C extension libraries may or may not be cooperative

This is a tricky area. C extensions are so common in Python (much of the standard library is implemented in C) that you may not even realize you're using one. Commonly, C extensions are used for two major purposes.

The first is to accelerate CPU intensive code (for example, numpy to speed up linear algebra). These are probably no more or less cooperative than a counterpart written in Python. (I'll explain what I mean by that in a minute.)

The second is to integrate with other existing native (C) libraries, such as imaging libraries or database clients. Some of these are essentially CPU accelerators, so they basically fall into the first category. But libraries that want to do IO, especially talking to remote systems, particularly databases, are likely to want to handle IO their own way and, without special hooks, are unlikely to be cooperative. (The PostgreSQL driver and its Python C extension psycopg2 is an example of a database driver that provides the necessary hooks to be made cooperative using psycogreen.)

Back to that "no more or less cooperative than a counterpart written in Python" statement.
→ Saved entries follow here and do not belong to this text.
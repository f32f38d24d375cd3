/**
 * The validation report as a workbook, one sheet per section of the PDF (./document.tsx), with
 * figures as numbers a reviewer can recompute from: summary and cautions, inputs, convergence,
 * the premium's split, sensitivities, the cross-check and the engine's published-value checks.
 */
import ExcelJS from 'exceljs';
import { VALUATION_CAUTION } from '@/lib/caution';
import { assumptionRows } from '../board-pack/pdf-parts';
import { formatDateTime } from '../format';
import { describeRights } from '../option-words';
import { table } from '../spreadsheets/sheet-table';
import { volatilityMethodLabels } from '../volatility/method-words';
import type { ValidationReportData } from './data';

export async function validationWorkbook(data: ValidationReportData): Promise<Buffer> {
  const { result, crossCheck, references, inputs } = data;
  const book = new ExcelJS.Workbook();
  book.creator = 'Leeway';
  table(
    book.addWorksheet('Summary'),
    ['Item', 'Value'],
    [
      ['Organisation', data.organisation],
      ['Project', data.project.name],
      ['Case', data.caseName],
      ['Version', data.caseVersion],
      ['Currency', data.project.currency],
      ['Valued', formatDateTime(data.generatedAt)],
      ['Engine', result.engineVersion],
      ['Static NPV', result.staticNpv],
      ['Option premium', result.optionPremium],
      ['Expanded NPV', result.expandedNpv],
      [
        'Cross-check',
        crossCheck ? (crossCheck.result.verdict.agrees ? 'agrees' : `disagrees by ${crossCheck.result.verdict.gap}`) : 'not run for this version',
      ],
      [
        'Published checks within tolerance',
        references ? `${references.checks.filter((c) => c.passes).length} of ${references.checks.length}` : 'not in this build',
      ],
      ['Input fingerprint (SHA-256)', data.inputHash],
      ['Result hash', data.resultHash],
      ...(data.isDemo ? [['Note', 'Demo organisation: every figure is invented.']] : []),
      ['Caution', VALUATION_CAUTION],
    ],
  );
  const source = inputs.settings.volatilitySource;
  table(
    book.addWorksheet('Inputs'),
    ['Input', 'Value'],
    [
      ...assumptionRows(inputs, data.model, data.project.currency),
      ['Volatility method', source ? volatilityMethodLabels[source.method] : 'Not stated'],
      ...describeRights(inputs.options, data.project.currency).map((r) => [r.id, r.terms]),
    ],
  );
  const convergence = result.convergence;
  table(
    book.addWorksheet('Convergence'),
    ['Steps', 'Expanded NPV'],
    [
      ...(convergence?.points.map((p) => [p.steps, p.expandedNpv]) ?? []),
      ['Extrapolated', convergence?.extrapolated ?? null],
      ['Error estimate', convergence && Number.isFinite(convergence.errorEstimate) ? convergence.errorEstimate : null],
      ['Band, low', convergence?.band?.low ?? null],
      ['Band, high', convergence?.band?.high ?? null],
    ],
  );
  table(
    book.addWorksheet('Premium split'),
    ['Figure', 'Value'],
    [
      ['Static NPV', result.staticNpv],
      ['Option premium', result.optionPremium],
      ['A better plan (volatility → 0)', result.premiumSplit?.betterPlan ?? null],
      ['Flexibility under uncertainty', result.premiumSplit?.uncertainty ?? null],
      ['Expanded NPV', result.expandedNpv],
      ...result.warnings.map((w) => ['Warning', w]),
    ],
  );
  table(
    book.addWorksheet('Sensitivities'),
    ['Input', 'Base', 'Low input', 'Expanded NPV (low)', 'High input', 'Expanded NPV (high)'],
    (result.sensitivities ?? []).map((s) => [s.label, s.base, s.low.input, s.low.expandedNpv, s.high.input, s.high.expandedNpv]),
  );
  const cross = book.addWorksheet('Cross-check');
  if (crossCheck) {
    const { lattice, monteCarlo, verdict } = crossCheck.result;
    table(
      cross,
      ['Figure', 'Value', 'Standard error'],
      [
        ['Paths in each pass', monteCarlo.paths, null],
        ['Seed', monteCarlo.seed, null],
        ['Decision dates', monteCarlo.dates, null],
        ['Lattice expanded NPV', lattice.expandedNpv, null],
        ['Lattice band, low', lattice.band?.low ?? null, null],
        ['Lattice band, high', lattice.band?.high ?? null, null],
        ['Monte Carlo, fresh paths (biased down)', monteCarlo.lowBiased.expandedNpv, monteCarlo.lowBiased.standardError],
        ['Monte Carlo, fitting paths (biased up)', monteCarlo.highBiased.expandedNpv, monteCarlo.highBiased.standardError],
        ['Agrees', verdict.agrees ? 'yes' : 'no', null],
        ['Gap', verdict.gap, null],
        ...verdict.rights.map((r) => [`Used: ${r.id} (lattice ${r.lattice})`, r.monteCarlo, r.standardError]),
      ],
    );
  } else table(cross, ['Cross-check'], [[`No cross-check of version ${data.caseVersion} has finished.`]]);
  table(
    book.addWorksheet('Published checks'),
    ['Source', 'Case', 'Published', 'Engine', 'Tolerance', 'Within'],
    (references?.checks ?? []).map((c) => [c.source, c.what, c.published, c.engine, c.tolerance, c.passes ? 'yes' : 'no']),
  );
  return Buffer.from(await book.xlsx.writeBuffer());
}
If the C extension calls from C back into Python code, and that Python code itself is cooperative, than thanks to the magic of greenlet being able to switch C call stacks, the whole thing winds up cooperative. The call from C into Python could either be explicit, or implicit (for example, sorting or hashing values can call arbitrary Python code in an object's __eq__ and __hash__ methods).
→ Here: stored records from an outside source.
/** API key inputs, shared by the settings form and the API. */
import { z } from 'zod';

/** Roles a key can carry: what an admin may give a member, but never admin itself. */
export const apiKeyRoles = ['analyst', 'reviewer', 'viewer'] as const;

export const apiKeyCreateSchema = z.object({
  name: z.string().trim().min(1, 'Give the key a name, such as the system that will use it.').max(80, 'Use at most 80 characters.'),
  role: z.enum(apiKeyRoles, 'Choose analyst, reviewer or viewer.'),
  expiresInDays: z
    .number('Give the number of days as a whole number.')
    .int('Give the number of days as a whole number.')
    .min(1, 'A key lives at least one day.')
    .max(730, 'A key lives at most 730 days (two years); create a new one then.')
    .optional(),
});

export type ApiKeyCreate = z.infer<typeof apiKeyCreateSchema>;
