/**
 * The engine's published-value checks as the validation report shows them: produced at build
 * time by scripts/reference-results.ts from the test tables (tests/lattice/reference/
 * published-checks.ts) into .data/reference-results.json, never typed by hand.
 */
import { readFile } from 'node:fs/promises';
import path from 'node:path';

export interface ReferenceResult {
  source: string;
  what: string;
  published: number;
  engine: number;
  tolerance: number;
  passes: boolean;
}

export interface ReferenceResults {
  engineVersion: string;
  generatedAt: string;
  checks: ReferenceResult[];
}

export const REFERENCE_RESULTS_FILE = 'reference-results.json';

/** The build's results, or null when this build has none (the report says so). */
export async function readReferenceResults(): Promise<ReferenceResults | null> {
  try {
    return JSON.parse(await readFile(path.join(/*turbopackIgnore: true*/ process.cwd(), '.data', REFERENCE_RESULTS_FILE), 'utf8')) as ReferenceResults;
  } catch {
    return null;
  }
}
A few good examples of CPU accelerator extensions that can operate cooperatively are the BTrees (sorted dictionaries) and zope.interface (fast adapter and component registration and lookup) libraries. These libraries need to sort or hash objects. They are commonly used with objects that are persistent and stored in a ZODB database, so sorting or hashing may need to transparently fetch the object from the database. ZODB is implemented in pure Python, so the original C operation winds up being cooperative. [2]

Synergism Matters

The point of having one greenlet periodically print dots in those examples while the other greenlet either cooperated or not was to show why cooperative code matters. If one greenlet is not cooperating, no other greenlet can make any forward progress (print dots). This might stop other greenlets for a noticeably long time (like the CPU-bound example of counting to 268,435,456, or it might be so quick it's difficult for a human to catch (like resolving a hostname). In either case, it can be a problem, especially if you're trying to scale a program such as a server to handle more connections. Every yield lost potentially decreases overall velocity.

Avoiding Blocking

Above, we saw some examples of non-cooperative code. There were some clear transformations to go through to make code cooperative:

Switch from standard library API to gevent API.
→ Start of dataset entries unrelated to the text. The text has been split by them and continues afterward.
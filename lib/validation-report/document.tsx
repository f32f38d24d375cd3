/**
 * The validation report, drawn with the board pack's renderer and parts (../board-pack/pdf-parts):
 * what a model-validation reviewer asks of a valuation model (conceptual soundness, inputs and
 * their sources, convergence, benchmarking against an independent method and published values)
 * for one saved version of a case. Every figure comes from ./data.ts; nothing here computes one.
 */
import { Document, Page, Text, View } from '@react-pdf/renderer';
import type { ReactNode } from 'react';
import { VALUATION_CAUTION } from '@/lib/caution';
import { pdfText } from '../board-pack/text';
import { assumptionRows, money, PageFooter, pdfColours, SectionPage, styles, Table } from '../board-pack/pdf-parts';
import { formatDateTime, formatNumber, formatPercent } from '../format';
import { describeRights } from '../option-words';
import { describeSnaps } from '../snap-words';
import { premiumSplitText } from '../premium-split';
import { volatilityMethodLabels } from '../volatility/method-words';
import { treeLabels } from '../tree-words';
import type { ValidationReportData } from './data';
import { warningSentence } from '../warning-words';

function Footer({ data }: { data: ValidationReportData }) {
  const about = `${data.project.name} · ${data.caseName} · version ${data.caseVersion} · ${formatDateTime(data.generatedAt)}${data.isDemo ? ' · invented demo figures' : ''}`;
  return <PageFooter about={about} document="validation report" />;
}

function Section({ data, title, children }: { data: ValidationReportData; title: string; children: ReactNode }) {
  return (
    <SectionPage size={data.pageSize} title={title} footer={<Footer data={data} />}>
      {children}
    </SectionPage>
  );
}

const Para = ({ children }: { children: string }) => <Text style={[styles.para, { marginTop: 6 }]}>{pdfText(children)}</Text>;

/** The conventions of this model in plain words, read from the model itself. */
function conventions(data: ValidationReportData): string[] {
  const { model, inputs, result } = data;
  const settings = inputs.settings;
  const periods = model.underlying.payoutPeriods?.length ?? 0;
  return [
    `The project's gross value V is the present value at the WACC (${formatPercent(inputs.cashFlows.wacc)}) of its operating cash flows, ${money(model.underlying.value, data.project.currency, 2)} today. It is modelled as a lognormal process (a geometric Brownian motion under the risk-neutral measure) with a constant volatility of ${formatPercent(settings.volatility)} a year.`,
    `The rights are valued by risk-neutral backward induction on a ${treeLabels[result.tree.kind]} binomial lattice of ${result.tree.steps} steps of ${formatNumber(result.tree.dt, 4)} years (u = ${formatNumber(result.tree.u, 4)}, d = ${formatNumber(result.tree.d, 4)}, p = ${formatNumber(result.tree.p, 4)}), discounted at the continuous risk-free rate of ${formatPercent(settings.riskFreeRate, 2)}. The WACC only builds V; the rights are discounted at the risk-free rate.`,
    periods > 0
      ? `Payouts: the cash of each of the ${periods} years is earned during its year, as a constant yield that leaves exactly the year's remaining share of V at its end. A decision on any date sees the value after the cash already earned, and the way the project is run during a step receives that step's cash.`
      : 'Payouts: none; V grows at the risk-free rate under the risk-neutral measure.',
    `Horizon: ${model.horizon} years, the schedule's last year; nothing is worth anything after it. The static plan's outlay is the present value of the capital expenditure${model.investment === undefined ? ', carried by the defer or stage right' : ''}.`,
    describeSnaps(
      result.snaps,
      result.rights.map((r) => r.id),
    ) ?? "Every decision date falls on the lattice's steps.",
    'Rights are used at most once (a reversible switch may go back and forth); scale effects add; salvage follows the scale sold unless a fixed amount is stated; a stage payment skipped ends the project. Exercise probabilities are risk-neutral, not forecasts.',
  ];
}

export function ValidationReportDocument({ data }: { data: ValidationReportData }) {
  const { result, project, inputs, crossCheck, references } = data;
  const currency = project.currency;
  const m = (x: number | null | undefined, digits = 2) => money(x, currency, digits);
  const source = inputs.settings.volatilitySource;
  const convergence = result.convergence;
  const passing = references?.checks.filter((c) => c.passes).length ?? 0;
  return (
    <Document title={pdfText(`${project.name} – ${data.caseName}: validation report`)} author="Leeway" creator="Leeway" producer="Leeway">
      <Page size={data.pageSize} style={styles.page}>
        <Text style={styles.eyebrow}>{pdfText(`${data.organisation} · validation report`)}</Text>
        <Text style={styles.h1}>{pdfText(`${project.name}: ${data.caseName}`)}</Text>
        <Text style={styles.lead}>
          {pdfText(
            `Version ${data.caseVersion}, valued ${formatDateTime(data.generatedAt)} by ${result.engineVersion}. What a model-validation review asks of this valuation: its conventions, its inputs and their sources, how far the lattice is from its limit, what is plan and what is option, how it moves, whether an independent method agrees, and what the engine reproduces of published values.`,
          )}
        </Text>
        {data.isDemo ? <Text style={styles.demo}>Demo organisation: every figure in this report is invented.</Text> : null}
        <View style={styles.tiles}>
          <View style={styles.tileStrong}>
            <Text style={styles.tileLabel}>Expanded NPV</Text>
            <Text style={styles.tileValue}>{m(result.expandedNpv)}</Text>
          </View>
          <View style={styles.tile}>
            <Text style={styles.tileLabel}>Convergence band</Text>
            <Text style={styles.tileValue}>{convergence?.band ? `± ${m((convergence.band.high - convergence.band.low) / 2)}` : 'n/a'}</Text>
          </View>
          <View style={styles.tile}>
            <Text style={styles.tileLabel}>Cross-check</Text>
            <Text style={styles.tileValue}>{crossCheck ? (crossCheck.result.verdict.agrees ? 'Agrees' : 'Disagrees') : 'Not run'}</Text>
          </View>
          <View style={styles.tile}>
            <Text style={styles.tileLabel}>Published checks</Text>
            <Text style={styles.tileValue}>{references ? `${passing} of ${references.checks.length}` : 'n/a'}</Text>
          </View>
        </View>
        <Text style={styles.caution}>{pdfText(VALUATION_CAUTION)}</Text>
        <Text style={{ lineHeight: 1.4, marginTop: 10, fontSize: 8, color: pdfColours.muted }}>
          {pdfText(`Input fingerprint (SHA-256) ${data.inputHash}; result hash ${data.resultHash}.`)}
        </Text>
        <Footer data={data} />
      </Page>

      <Section data={data} title="The model and its conventions">
        {conventions(data).map((text, k) => (
          <Para key={k}>{text}</Para>
        ))}
      </Section>

      <Section data={data} title="Inputs and their sources">
        <Table columns={['Input', 'Value']} widths={[60, 40]} textColumns={[1]} rows={assumptionRows(inputs, data.model, currency)} />
        <Text style={styles.h3}>Volatility</Text>
        <Para>
          {source
            ? `${volatilityMethodLabels[source.method]}. ${source.note ? `Justification: ${source.note}` : 'No justification was written.'}`
            : 'The case does not say where its volatility comes from: a reviewer should ask.'}
        </Para>
        <Text style={styles.h3}>Rights</Text>
        {(inputs.options ?? []).length === 0 ? <Para>None.</Para> : null}
        {describeRights(inputs.options, currency).map((r) => (
          <Para key={r.id}>{`${r.id}: ${r.terms}`}</Para>
        ))}
      </Section>

      <Section data={data} title="Convergence and the split of the premium">
        {convergence ? (
          <>
            <Table columns={['Steps', 'Expanded NPV']} widths={[50, 50]} rows={convergence.points.map((p) => [String(p.steps), m(p.expandedNpv, 3)])} />
            <Para>
              {`Extrapolated (taking the error as proportional to 1/N): ${m(convergence.extrapolated, 3)}; error estimate ${Number.isFinite(convergence.errorEstimate) ? m(convergence.errorEstimate, 3) : 'not available'}; band ${convergence.band ? `${m(convergence.band.low)} to ${m(convergence.band.high)}` : 'not available'}.${convergence.datesOnGrid ? '' : ' Not every date falls on the grid, so the coarser counts are N/4 and N/2.'} On the engine's table of thirty models the ~5000-step value lies inside such a band in 29.`}
            </Para>
          </>
        ) : (
          <Para>Convergence was not computed.</Para>
        )}
        <Text style={styles.h3}>Static NPV, premium and expanded NPV</Text>
        <Table
          columns={['Figure', 'Value']}
          widths={[60, 40]}
          rows={[
            ['Static NPV (no flexibility)', m(result.staticNpv)],
            ['Option premium', m(result.optionPremium)],
            ...(result.premiumSplit
              ? [
                  ['of which a better plan (volatility → 0)', m(result.premiumSplit.betterPlan)],
                  ['of which flexibility under uncertainty', m(result.premiumSplit.uncertainty)],
                ]
              : []),
            ['Expanded NPV', m(result.expandedNpv)],
          ]}
        />
        {premiumSplitText(result, currency) ? <Para>{premiumSplitText(result, currency)!}</Para> : null}
        {result.warnings.length > 0 ? (
          <>
            <Text style={styles.h3}>The engine&apos;s warnings</Text>
            {result.warnings.map((w, k) => (
              <Para key={k}>{`• ${warningSentence(w)}`}</Para>
            ))}
          </>
        ) : null}
      </Section>

      <Section data={data} title="Sensitivities">
        <Para>Each input moved both ways with all else fixed; the expanded NPV at each end (n/a where the moved model is refused).</Para>
        <Table
          columns={['Input', 'Low', 'Expanded NPV', 'High', 'Expanded NPV']}
          widths={[36, 16, 16, 16, 16]}
          rows={(result.sensitivities ?? []).map((s) => [
            s.label,
            formatNumber(s.low.input, 4),
            s.low.expandedNpv === null ? 'n/a' : m(s.low.expandedNpv),
            formatNumber(s.high.input, 4),
            s.high.expandedNpv === null ? 'n/a' : m(s.high.expandedNpv),
          ])}
        />
      </Section>

      <Section data={data} title="Independent cross-check">
        {crossCheck ? (
          <>
            <Para>
              {`A least-squares Monte Carlo (Longstaff & Schwartz 2001), written apart from the lattice, valued version ${data.caseVersion} on ${crossCheck.paths.toLocaleString('en-GB')} paths in each pass (seed ${crossCheck.seed}, ${formatDateTime(crossCheck.at)}), compared with ${crossCheck.engineVersion}.`}
            </Para>
            <Table
              columns={['Method', 'Expanded NPV', 'Standard error']}
              widths={[50, 25, 25]}
              rows={[
                [`Lattice, ${crossCheck.result.lattice.steps} steps`, m(crossCheck.result.lattice.expandedNpv), '—'],
                [
                  'Monte Carlo, fresh paths (biased down)',
                  m(crossCheck.result.monteCarlo.lowBiased.expandedNpv),
                  m(crossCheck.result.monteCarlo.lowBiased.standardError),
                ],
                [
                  'Monte Carlo, fitting paths (biased up)',
                  m(crossCheck.result.monteCarlo.highBiased.expandedNpv),
                  m(crossCheck.result.monteCarlo.highBiased.standardError),
                ],
              ]}
            />
            <Para>
              {crossCheck.result.verdict.agrees
                ? `Verdict: the two agree. The lattice's band (${m(crossCheck.result.verdict.latticeRange.low)} to ${m(crossCheck.result.verdict.latticeRange.high)}) meets the Monte Carlo's range of three standard errors (${m(crossCheck.result.verdict.monteCarloRange.low)} to ${m(crossCheck.result.verdict.monteCarloRange.high)}).`
                : `Verdict: the two disagree by ${m(crossCheck.result.verdict.gap)}; the lattice is ${m(Math.abs(crossCheck.result.verdict.difference))} ${crossCheck.result.verdict.difference > 0 ? 'above' : 'below'} the middle of the Monte Carlo's estimates.`}
            </Para>
            <Table
              columns={['Right', 'Used, lattice', 'Used, Monte Carlo', 'Differs']}
              widths={[40, 20, 20, 20]}
              textColumns={[3]}
              rows={crossCheck.result.verdict.rights.map((r) => [
                r.id,
                formatPercent(r.lattice),
                `${formatPercent(r.monteCarlo)} ± ${formatPercent(r.standardError)}`,
                r.differs ? 'yes' : 'no',
              ])}
            />
          </>
        ) : (
          <Para>{`No cross-check of version ${data.caseVersion} has finished. Run one from the case's Results tab, then produce this report again.`}</Para>
        )}
      </Section>

      <Section data={data} title="The engine's published-value checks">
        {references ? (
          <>
            <Para>
              {`Valued by ${references.engineVersion} when this build was made (${formatDateTime(references.generatedAt)}), from the tables its tests assert: ${passing} of ${references.checks.length} lie within their tolerance.${references.engineVersion === result.engineVersion ? '' : ` Note: this report's valuation ran on ${result.engineVersion}.`}`}
            </Para>
            <Table
              columns={['Source and case', 'Published', 'Engine', 'Tolerance', 'Within']}
              widths={[52, 12, 12, 12, 12]}
              textColumns={[4]}
              rows={references.checks.map((c) => [
                `${c.source}: ${c.what}`,
                formatNumber(c.published, 4),
                formatNumber(c.engine, 4),
                `± ${formatNumber(c.tolerance, 4)}`,
                c.passes ? 'yes' : 'NO',
              ])}
            />
          </>
        ) : (
          <Para>This build has no reference results (.data/reference-results.json is made by the build).</Para>
        )}
        <Text style={styles.caution}>{pdfText(VALUATION_CAUTION)}</Text>
      </Section>
    </Document>
  );
}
Change imports to import from gevent. E.g., import time⟹from gevent import time or import socket⟹from gevent import socket.
Monkey patch

In code that's designed to be portable to a non-gevent system, you can use the standard library API and have gevent automatically make it cooperative by monkey patching. Many third-party libraries such as requests that use only the Python standard API can become cooperative this way.
Break up CPU intensive loops by explicitly yielding

If you know you'll have a CPU intensive loop, like in the example, you can periodically explicitly yield by calling gevent.sleep() in the loop. Beginning in gevent 1.3, this attempts to automatically balance the amount of time CPU intensive tasks get while still allowing other greenlets to perform IO.

gevent also provides a threadpool you can use to offload CPU intensive tasks.

Diagnosing Blocking

You may have done all of that and are still not sure if you're blocking the hub or not: maybe a colleague added a new C extension to your project and you don't know its internals, or maybe there's an inner loop somewhere that might be CPU intensive and you're just not sure.

That's where my next post comes in. We'll discuss how to use gevent's monitoring facilities to find greenlets that aren't cooperating.

Footnotes

[1]	Unless of course you monkey patch, but that's another post. Or at least another section of this post.

[2]	At least when the system is monkey patched. But that's another post. Or at least another section of this post.